▶ [TASK] Take the entries below and print, exactly, the stretch from the line containing "from memory). */" through the line containing "model whatever model", both included.

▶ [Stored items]
"""
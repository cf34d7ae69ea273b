import { channelCurrentAt } from './channel-current.js';
import { oxideCapacitance } from './capacitance.js';
import { intrinsicCarrierDensity } from './derive-process.js';
import type { PreparedDevice } from './resolve-device.js';

/** Leakage terms computed from a first-order law rather than taken from the model's own current. */
export type LeakageEstimate = 'gate' | 'junction' | 'gidl';

export interface Leakage {
  /** True for a depletion-mode device (VT < 0 at VSB = 0): it conducts at VGS = 0, and that current is not leakage. */
  conductsAtZeroVgs: boolean;
  /** Channel current at VGS = 0, VDS = vdd, VSB = 0 (all-region model, DIBL included), A. */
  idAtZeroVgs: number;
  /** Subthreshold off current = idAtZeroVgs; null for a depletion-mode device. */
  subthreshold: number | null;
  /** Off-state gate leakage through the drain overlap, jg·W·(cgdo/Cox), A (0 when the process gives no jg). */
  gate: number;
  /** Drain-junction leakage js·W·ldiff at this temperature (js given at tnom, scaled as ni²), A. */
  junction: number;
  /** Gate-induced drain leakage (BSIM form) at VGS = 0, VDS = vdd, A (0 when the process gives no agidl). */
  gidl: number;
  /** Off current: subthreshold + gate + junction + GIDL; null for a depletion-mode device. */
  ioff: number | null;
  /** On current at VGS = VDS = vdd, VSB = 0, A. */
  ion: number;
  /** ion/ioff; null for a depletion-mode device. */
  ionIoff: number | null;
  /** Which of the terms above are first-order estimates (present and non-zero); the subthreshold term is the model's. */
  estimates: LeakageEstimate[];
}

/** GIDL field exponent and band-bending offset when the profile gives none: BSIM4's defaults (BSIM4 manual, UC Berkeley, 2009, from memory). */
export const DEFAULT_GIDL = Object.freeze({ bgidl: 2.3e9, egidl: 0.8 });

/**
 * Junction saturation current density at T from its value at Tnom: the diffusion current scales as ni²,
 * ∝ T³·exp(−Eg(T)/kT) (Sze & Ng, Physics of Semiconductor Devices, 3rd ed., Wiley, 2007, ch. 2): about ×1e5
 * from 27 to 125 °C.
 */
export function junctionLeakageFactor(tempK: number, tnomK: number): number {
  return (intrinsicCarrierDensity(tempK) / intrinsicCarrierDensity(tnomK)) ** 2;
}

/**
 * GIDL = agidl·W·E·exp(−bgidl/E), E = (VDG − egidl)/(3·tox), zero when VDG ≤ egidl (BSIM4's GIDL law without its
 * drain–body factor; BSIM4 manual, UC Berkeley, 2009, from memory).
 */
export function gateInducedDrainLeakage(params: { agidl?: number; bgidl?: number; egidl?: number; tox: number }, w: number, vdg: number): number {
  if (!params.agidl) return 0;
  const field = (vdg - (params.egidl ?? DEFAULT_GIDL.egidl)) / (3 * params.tox);
  return field > 0 ? params.agidl * w * field * Math.exp(-(params.bgidl ?? DEFAULT_GIDL.bgidl) / field) : 0;
}

/**
 * Off-state leakage of a device of width w and length l (drawn) at the device's corner and temperature:
 * the subthreshold channel current at VGS = 0, VDS = vdd, VSB = 0 with the all-region model whatever model
 * the request chose (the square law has no physical subthreshold region), DIBL included; plus the off-state
 * gate current through the drain overlap, the drain-junction leakage with its temperature law, and GIDL.
 */
export function leakage(device: PreparedDevice, w: number, l: number, fingers = 1): Leakage {
  const { params, vdd } = device;
  const idAtZeroVgs = channelCurrentAt(device, 'all-region', w, l, 0, vdd, 0, fingers);
  const ion = channelCurrentAt(device, 'all-region', w, l, vdd, vdd, 0, fingers);
  const overlapLength = params.cgdo / oxideCapacitance(params.tox);
  const gate = (params.jg ?? 0) * w * overlapLength;
  const junction = (params.js ?? 0) * w * params.ldiff * junctionLeakageFactor(device.tempK, device.tnomK);
  const gidl = gateInducedDrainLeakage(params, w, vdd);
  const conductsAtZeroVgs = device.vtZeroBias < 0;
  const ioff = conductsAtZeroVgs ? null : idAtZeroVgs + gate + junction + gidl;
  const estimates = (['gate', 'junction', 'gidl'] as const).filter((term) => ({ gate, junction, gidl })[term] > 0);
  return {
    conductsAtZeroVgs,
    idAtZeroVgs,
    subthreshold: conductsAtZeroVgs ? null : idAtZeroVgs,
    gate,
    junction,
    gidl,
    ioff,
    ion,
    ionIoff: ioff !== null && ioff > 0 ? ion / ioff : null,
    estimates,
  };
}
"""
▶ [WRITTEN REPLY]
/** GIDL field exponent and band-bending offset when the profile gives none: BSIM4's defaults (BSIM4 manual, UC Berkeley, 2009, from memory). */
export const DEFAULT_GIDL = Object.freeze({ bgidl: 2.3e9, egidl: 0.8 });

/**
 * Junction saturation current density at T from its value at Tnom: the diffusion current scales as ni²,
 * ∝ T³·exp(−Eg(T)/kT) (Sze & Ng, Physics of Semiconductor Devices, 3rd ed., Wiley, 2007, ch. 2): about ×1e5
 * from 27 to 125 °C.
 */
export function junctionLeakageFactor(tempK: number, tnomK: number): number {
  return (intrinsicCarrierDensity(tempK) / intrinsicCarrierDensity(tnomK)) ** 2;
}

/**
 * GIDL = agidl·W·E·exp(−bgidl/E), E = (VDG − egidl)/(3·tox), zero when VDG ≤ egidl (BSIM4's GIDL law without its
 * drain–body factor; BSIM4 manual, UC Berkeley, 2009, from memory).
 */
export function gateInducedDrainLeakage(params: { agidl?: number; bgidl?: number; egidl?: number; tox: number }, w: number, vdg: number): number {
  if (!params.agidl) return 0;
  const field = (vdg - (params.egidl ?? DEFAULT_GIDL.egidl)) / (3 * params.tox);
  return field > 0 ? params.agidl * w * field * Math.exp(-(params.bgidl ?? DEFAULT_GIDL.bgidl) / field) : 0;
}

/**
 * Off-state leakage of a device of width w and length l (drawn) at the device's corner and temperature:
 * the subthreshold channel current at VGS = 0, VDS = vdd, VSB = 0 with the all-region model whatever model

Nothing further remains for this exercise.